» **EXERCISE REQUIREMENTS**:
Only one stretch of the records below is wanted: the lines from the one holding "cache.set(cacheKey, made);" through the one holding "const mol = generator.getNextConformerAsMolecule();". Return it exactly, both ends included.

· · · · · · ·

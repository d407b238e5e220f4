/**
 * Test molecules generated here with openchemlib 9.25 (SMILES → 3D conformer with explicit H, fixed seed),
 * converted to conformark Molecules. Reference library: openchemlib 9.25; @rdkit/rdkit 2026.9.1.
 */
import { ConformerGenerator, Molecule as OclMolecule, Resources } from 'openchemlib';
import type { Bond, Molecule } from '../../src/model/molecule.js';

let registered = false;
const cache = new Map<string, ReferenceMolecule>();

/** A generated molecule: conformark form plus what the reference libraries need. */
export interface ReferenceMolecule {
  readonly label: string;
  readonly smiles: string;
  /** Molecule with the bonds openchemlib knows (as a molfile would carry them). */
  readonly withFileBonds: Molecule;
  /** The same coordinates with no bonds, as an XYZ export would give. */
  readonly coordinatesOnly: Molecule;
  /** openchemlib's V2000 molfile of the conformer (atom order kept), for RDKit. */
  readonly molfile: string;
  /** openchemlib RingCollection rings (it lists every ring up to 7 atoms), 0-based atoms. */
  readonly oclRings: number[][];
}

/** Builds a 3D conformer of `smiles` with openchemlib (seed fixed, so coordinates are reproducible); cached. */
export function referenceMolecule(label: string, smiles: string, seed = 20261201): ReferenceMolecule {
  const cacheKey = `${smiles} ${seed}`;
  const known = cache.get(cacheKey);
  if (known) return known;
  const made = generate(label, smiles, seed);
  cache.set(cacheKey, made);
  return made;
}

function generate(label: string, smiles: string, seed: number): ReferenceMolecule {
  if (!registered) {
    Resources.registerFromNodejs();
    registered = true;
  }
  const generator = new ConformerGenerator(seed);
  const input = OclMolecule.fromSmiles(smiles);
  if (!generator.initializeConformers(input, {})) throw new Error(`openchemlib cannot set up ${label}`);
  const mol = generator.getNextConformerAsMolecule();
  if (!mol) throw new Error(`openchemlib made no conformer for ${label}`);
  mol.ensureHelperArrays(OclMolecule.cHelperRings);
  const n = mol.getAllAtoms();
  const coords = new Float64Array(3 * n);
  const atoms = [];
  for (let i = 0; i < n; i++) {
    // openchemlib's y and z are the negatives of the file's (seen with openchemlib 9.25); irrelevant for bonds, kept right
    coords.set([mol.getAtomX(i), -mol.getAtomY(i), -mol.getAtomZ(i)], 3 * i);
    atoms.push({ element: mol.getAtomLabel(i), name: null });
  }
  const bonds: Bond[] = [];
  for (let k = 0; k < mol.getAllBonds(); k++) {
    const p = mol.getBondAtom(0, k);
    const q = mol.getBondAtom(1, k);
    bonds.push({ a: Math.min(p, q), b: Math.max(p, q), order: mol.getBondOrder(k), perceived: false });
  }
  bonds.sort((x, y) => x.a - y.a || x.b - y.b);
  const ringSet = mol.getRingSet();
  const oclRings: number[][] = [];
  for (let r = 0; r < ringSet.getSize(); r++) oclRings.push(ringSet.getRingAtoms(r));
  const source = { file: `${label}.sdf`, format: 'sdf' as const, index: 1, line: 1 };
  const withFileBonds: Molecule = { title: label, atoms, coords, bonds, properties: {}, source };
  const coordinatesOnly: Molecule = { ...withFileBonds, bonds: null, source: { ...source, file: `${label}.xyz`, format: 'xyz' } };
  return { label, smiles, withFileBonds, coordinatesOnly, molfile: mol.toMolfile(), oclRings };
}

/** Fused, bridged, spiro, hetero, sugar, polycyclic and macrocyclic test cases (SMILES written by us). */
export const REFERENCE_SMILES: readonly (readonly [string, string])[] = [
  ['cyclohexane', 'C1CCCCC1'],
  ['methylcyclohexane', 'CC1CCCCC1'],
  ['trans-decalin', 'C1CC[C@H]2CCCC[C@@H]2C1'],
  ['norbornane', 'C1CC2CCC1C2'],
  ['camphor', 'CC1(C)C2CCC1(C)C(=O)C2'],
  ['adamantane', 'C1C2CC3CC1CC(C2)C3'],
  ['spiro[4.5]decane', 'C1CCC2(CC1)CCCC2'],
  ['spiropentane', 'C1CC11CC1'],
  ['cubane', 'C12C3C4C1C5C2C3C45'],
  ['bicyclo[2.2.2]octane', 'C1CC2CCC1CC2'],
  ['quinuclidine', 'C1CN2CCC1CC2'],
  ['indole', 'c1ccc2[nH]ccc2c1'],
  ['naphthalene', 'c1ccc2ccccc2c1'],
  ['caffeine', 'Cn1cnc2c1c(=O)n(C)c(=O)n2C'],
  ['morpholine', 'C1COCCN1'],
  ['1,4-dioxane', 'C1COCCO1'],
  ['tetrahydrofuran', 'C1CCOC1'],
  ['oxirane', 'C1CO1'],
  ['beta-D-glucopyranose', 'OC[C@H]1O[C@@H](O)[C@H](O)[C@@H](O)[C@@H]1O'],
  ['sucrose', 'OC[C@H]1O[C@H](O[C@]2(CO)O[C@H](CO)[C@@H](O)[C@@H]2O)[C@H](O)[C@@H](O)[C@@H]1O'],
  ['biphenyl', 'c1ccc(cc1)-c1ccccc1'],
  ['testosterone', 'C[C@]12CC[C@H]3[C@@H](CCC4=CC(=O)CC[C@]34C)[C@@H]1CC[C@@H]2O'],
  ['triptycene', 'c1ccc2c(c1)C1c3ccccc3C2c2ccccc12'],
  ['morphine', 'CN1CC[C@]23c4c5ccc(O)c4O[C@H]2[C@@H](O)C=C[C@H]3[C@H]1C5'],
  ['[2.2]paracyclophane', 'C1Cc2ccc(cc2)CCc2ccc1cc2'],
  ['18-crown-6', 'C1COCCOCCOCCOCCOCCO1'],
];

· · · · · · ·

» **RESPONSE AREA**:
  cache.set(cacheKey, made);
  return made;
}

function generate(label: string, smiles: string, seed: number): ReferenceMolecule {
  if (!registered) {
    Resources.registerFromNodejs();
    registered = true;
  }
  const generator = new ConformerGenerator(seed);
  const input = OclMolecule.fromSmiles(smiles);
  if (!generator.initializeConformers(input, {})) throw new Error(`openchemlib cannot set up ${label}`);
  const mol = generator.getNextConformerAsMolecule();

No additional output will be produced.